*The problem*.
Where in the data below does the word "none" appear? Copy every line that has it.
-- Provided information follows --
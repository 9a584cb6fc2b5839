import type { Species } from '../cut-words';
import type { UneceField } from './layout';

/** What a value of a field means. Reference data: an administrator completes and corrects it. */
export interface UneceFieldValue {
  readonly field: UneceField;
  readonly value: string;
  readonly meaning: string;
  /** The species that it is for, null for all; of the field `species` itself, the house's species that it stands for. */
  readonly species: Species | null;
  /** False where it was not read in a standard: it is from memory until somebody corrects it with a source. */
  readonly seen: boolean;
  readonly source: string | null;
}

/** The values of a field that hold for a species; empty when none are kept yet. */
export function valuesOfUneceField(
  values: readonly UneceFieldValue[],
  field: UneceField,
  species: Species | null,
): UneceFieldValue[] {
  return values.filter(
    (each) => each.field === field && (field === 'species' || each.species === null || each.species === species),
  );
}

/** What a value stands for: one of the species' own before one for all. Null when it is not in the list. */
export function meaningOfUneceValue(
  values: readonly UneceFieldValue[],
  { field, value, species }: { field: UneceField; value: string; species: Species | null },
): UneceFieldValue | null {
  const meant = valuesOfUneceField(values, field, species).filter((each) => each.value === value);
  return meant.find((each) => each.species !== null) ?? meant[0] ?? null;
}

/** The two digits that stand for a species of the house; null when the list has none. */
export function uneceSpeciesCode(values: readonly UneceFieldValue[], species: Species): string | null {
  return values.find((each) => each.field === 'species' && each.species === species)?.value ?? null;
}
-- Provided information concluded --
*Your solution*.
/** The values of a field that hold for a species; empty when none are kept yet. */
/** The two digits that stand for a species of the house; null when the list has none. */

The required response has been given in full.